ACP (Zed) is for editor ↔ agent over local stdio. CAP is for orchestrator ↔ CLI agent across local, remote, and fleet. CAP can bridge to ACP agents via its ACP-stdio binding — they don't compete. Different layers.
How is this different from A2A?
A2A is generic agent-to-agent peer coordination. CAP is the vertical for CLI agents specifically, with PTY as a universal substrate that A2A doesn't address. CAP composes with A2A: a CAP-driven agent can be exposed as an A2A peer, and an A2A peer can be driven by a CAP orchestrator.
Does my agent need to support all five bindings?

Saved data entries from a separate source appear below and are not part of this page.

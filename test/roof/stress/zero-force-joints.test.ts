/** Joints without force by the balance of nodes: by hand, and never one that folds in some roof. */
import { describe, expect, test } from 'vitest'
import type { Plan } from '../../../src/plan/plan.ts'
import { zeroForceJoints } from '../../../src/roof/stress/zero-force-joints.ts'
import { foldSizes, roofs } from '../../make/dense-roof.ts'
import { grid, plan } from '../../make/plans.ts'

/** The joint between two points. */
function jointAt(on: Plan, a: readonly [number, number], b: readonly [number, number]): number {
  const is = (node: number, [x, y]: readonly [number, number]): boolean => on.x[node] === x && on.y[node] === y
  const joint = Array.from({ length: on.jointCount }, (_, j) => j).find((j) => {
    const [from, to] = [on.origin[2 * j]!, on.origin[2 * j + 1]!]
    return (is(from, a) && is(to, b)) || (is(from, b) && is(to, a))
  })
  if (joint === undefined) throw new Error('no such joint')
  return joint
}

/** A row of two below one of three, as bricks lie: stems at (2, 1) from above and .. below. Exact: worked out by hand. */
const bond = plan(
  [[0, 0], [3, 0], [6, 0], [0, 1], [2, 1], [3, 1], [4, 1], [6, 1], [0, 2], [2, 2], [4, 2], [6, 2]],
  [[0, 1, 5, 4, 3], [1, 2, 7, 6, 5], [3, 4, 9, 8], [4, 5, 6, 10, 9], [6, 7, 11, 10]],
)

/** Over a slab two courses of two, their joints in line: the lower is a stem on the slab. */
const tower = plan(
  [[0, 0], [4, 0], [4, 1], [2, 1], [0, 1], [2, 2], [0, 2], [4, 2], [2, 3], [0, 3], [4, 3]],
  [[0, 1, 2, 3, 4], [4, 3, 5, 6], [3, 2, 7, 5], [6, 5, 8, 9], [5, 7, 10, 8]],
)

describe('by hand', () => {
  test('a stem of a T-junction', () => {
    const found = zeroForceJoints(bond)
    const stem = jointAt(bond, [2, 1], [2, 2])
    expect(found[stem]).toMatchObject({ rule: 'stem', before: [], others: [jointAt(bond, [0, 1], [2, 1]), jointAt(bond, [2, 1], [3, 1])].sort((a, b) => a - b) })
    expect(bond.x[found[stem]!.node]).toBe(2)
    expect(found.filter((entry) => entry !== null)).toHaveLength(3)
    expect(found[jointAt(bond, [3, 1], [4, 1])]).toBeNull()
  })
  test('two that are not in line', () => {
    const bent = plan([[0, 0], [2, 0], [2, 2], [0, 2], [0.8, 0.8]], [[0, 1, 4, 3], [1, 2, 3, 4]])
    expect(zeroForceJoints(bent)).toMatchObject([{ rule: 'corner', others: [1], before: [] }, { rule: 'corner', others: [0] }])
  })
  test('a stem on a stem: the upper one follows from the lower', () => {
    const found = zeroForceJoints(tower)
    const [lower, upper] = [jointAt(tower, [2, 1], [2, 2]), jointAt(tower, [2, 2], [2, 3])]
    expect(found[lower]).toMatchObject({ rule: 'stem', before: [] })
    expect(found[upper]).toMatchObject({ rule: 'stem', before: [lower] })
    expect(found.filter((entry) => entry !== null)).toHaveLength(2)
  })
})

describe('against all roofs', () => {
  test.each([
    ['bond', bond],
    ['tower', tower],
    ['quads', grid(4, 3, { loose: 0.1 })],
    ['quads with a bent joint', plan([[0, 0], [2, 0], [4, 0], [0, 2], [2, 2], [4, 2], [0, 4], [2, 4], [4, 4], [1, 2.5]], [[0, 1, 4, 9, 3], [1, 2, 5, 4], [3, 9, 4, 7, 6], [4, 5, 8, 7]])],
  ] as const)('%s: no joint that some roof folds is found', (_, on) => {
    const sizes = foldSizes(on, roofs(on, [], []))
    const found = zeroForceJoints(on)
    found.forEach((entry, joint) => entry !== null && expect(sizes[joint]).toBeLessThan(1e-9))
    if (on === bond || on === tower) found.forEach((entry, joint) => expect(entry === null).toBe(sizes[joint]! > 1e-9))
  })
})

No. The only required binding is PTY, which works automatically because your agent already runs in a terminal. Fast-paths (stream-json / gRPC / ACP / A2A) are optional optimizations. Most agents implement at most one fast-path.
Can I use CAP for non-coding agents?
Yes. The core protocol is domain-neutral. profile/coding
is just the first vertical. profile/devops,
profile/data, and others are reserved for the same
pattern — the core spec applies unchanged.
How does multi-agent coordination work?
Each sub-agent gets a CAP URN (cap://agent-1).
The orchestrator publishes a master plan whose entries reference
sub-agents via _meta.cap.assigned_to. Sub-agents never
talk directly — all inter-agent messages route through the
orchestrator and appear in the human-auditable log. See spec §10.
What about real-time bidirectional conversation?
PTY enables it as far as the underlying LLM allows. Current LLMs do not support atomic mid-turn interruption (you can't change Claude's mind mid-sentence). CAP provides a cooperative interruption pattern: cancel current turn, preserve partial output, resend with user correction. See spec §10.6.